Dig into the world of the miner: Driving through the shaft tower with panoramic view, travelling on faithfully recreated tracks and through cross passages and experience Saxony's largest twin steam engine in action.
Due to extensive renovation work and the renewal of the permanent exhibition, the museum will be closed until the end of April 2020.

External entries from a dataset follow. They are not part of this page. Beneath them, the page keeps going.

// Is the deflection within its limit whatever the stiffness turns out to be?
//
// Timber joists of an invented gym hall. Their EI is known to 10 % only, so it enters as an interval; every answer is
// then an interval that is guaranteed to hold the true one, rounding included, and no wider than 1/EI makes it.
// The guarantee needs a compiler that minds the rounding mode: -frounding-math (GCC), -ffp-model=strict (Clang).
#include <sagitta/sagitta.hpp>

#include <boost/numeric/interval.hpp>

#include <fmt/format.h>

#include <array>

namespace {

using namespace sagitta;
using namespace sagitta::units;
using bounds = boost::numeric::interval<double>;

/// Between so much less and so much more than a value.
bounds give_or_take(double share) { return {1 - share, 1 + share}; }

const char* verdict(const bounds& v, double limit) {
    if (v.upper() <= limit) return "guaranteed ok";
    if (v.lower() > limit) return "guaranteed exceeds";
    return "undecided";
}

}  // namespace

int main() {
    constexpr auto L = 5.4 * m;
    constexpr auto middle = L / 2;
    constexpr double limit = L / 300 / mm;
    const auto EI = give_or_take(0.10) * (1450.0 * kN * m2);
    const auto joist = simple_beam(L, EI);
    const bounds dead = joist.under(uniform_load(bounds(0.6) * kN / m)).deflection(middle) / mm;

    struct use {
        const char* name;
        double live;       // kN/m
        double apparatus;  // kN, at midspan
        bounds share;      // of these loads
    };
    const std::array<use, 4> uses{{
        {"storage of mats", 1.0, 0.0, 1.0},
        {"gymnastics", 1.2, 0.8, 1.0},
        {"gymnastics, load to 20 %", 1.2, 0.8, give_or_take(0.20)},
        {"concert", 2.4, 1.0, give_or_take(0.05)},
    }};

    fmt::print("An invented gym floor: simple timber joists, 5.4 m, EI = 1450 kN*m2 give or take 10 %.\n");
    fmt::print("Deflection at midspan against L/300 = {:.2f} mm.\n\n", limit);
    fmt::print("{:<26}{:>13}{:>13}   {}\n", "use", "at least mm", "at most mm", "verdict");
    for (const auto& u : uses) {
        const auto live = uniform_load(bounds(u.live) * kN / m) + point_load(u.apparatus * kN, at(middle));
        // Loads that go up and down together are one uncertain factor, best taken once, of their deflection.
        const bounds v = dead + u.share * (joist.under(live).deflection(middle) / mm);
        fmt::print("{:<26}{:>13.2f}{:>13.2f}   {}\n", u.name, v.lower(), v.upper(), verdict(v, limit));
    }
    fmt::print(
        "\nElastic small-deflection theory under service loads; whether a beam will do is decided by the local code\n"
        "and a licensed engineer.\n");
}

- mining-playground "Zwergenschacht": on this spectacular playground children can explore the work of the miners playfully
- several offes for families: holiday programmes, children`s birthday parties, festivities for children, family days with different topics and much more is offered all year long
- "black break": after the tour through the mine groups are offered a creative snack
Additional access information for wheelchair users and persons with reduced mobility:
- Ticket office (door >90 cm) with WC for wheelchair users is accessible via 1 doorstep of 4 cm
- WC for wheelchair users: Door 93 cm, 140x140 cm in front of and 130 cm beside the WC
- Entrance (103 cm) to the museum via 1 step of 6 cm
- Lift: Door 68 cm, circulation area: free turning space of 75x125 cm
- 2 hire wheelchairs suitable for the lift
- Stair lift to the pit head frame
- Some slopes in the exhibition (16% gradient, 30 m length), an assistance is required
- Tours for the blind and guests with learning impairments on request
Heroes of Labour
The eventful German history left its mark on what is now the mining museum in Oelsnitz in the Ore Mountains. The museum is located in the imposing overground facilities of a shaft, which was last named after the Marxist Karl Liebknecht, born in 1871 in Leipzig and murdered in 1919, but previously named after Empress Augusta, wife of the first German Emperor. In the mining museum of Oelsnitz, once the most advanced coalmines in Germany, the rich history of the Saxon coal industry, which goes back to the mid-19th century and was of great importance for the industrialization of Saxony, becomes tangible. In the 400 m long walkable mine, heavy mining and excavation equipment rattle. Above ground, originally preserved scenes from mining history fascinate the visitors, ranging from the lamp room and the communal bath to the wages hall. This historical industrial architecture also features exhibitions, a “carbon forest” and various mining equipment. The visitor quickly realizes that the anthracite industry needed “Heroes of Labour”. The best-known winner of this GDR title was the miner Adolf Hennecke, who, in a well-prepared shift in October 1948, fulfilled 387% of the usual norm. In this way Hennecke drew the ire of the other miners, but he also received the National Prize of the GDR and in the end became a member of the Central Committee of the governing SED party.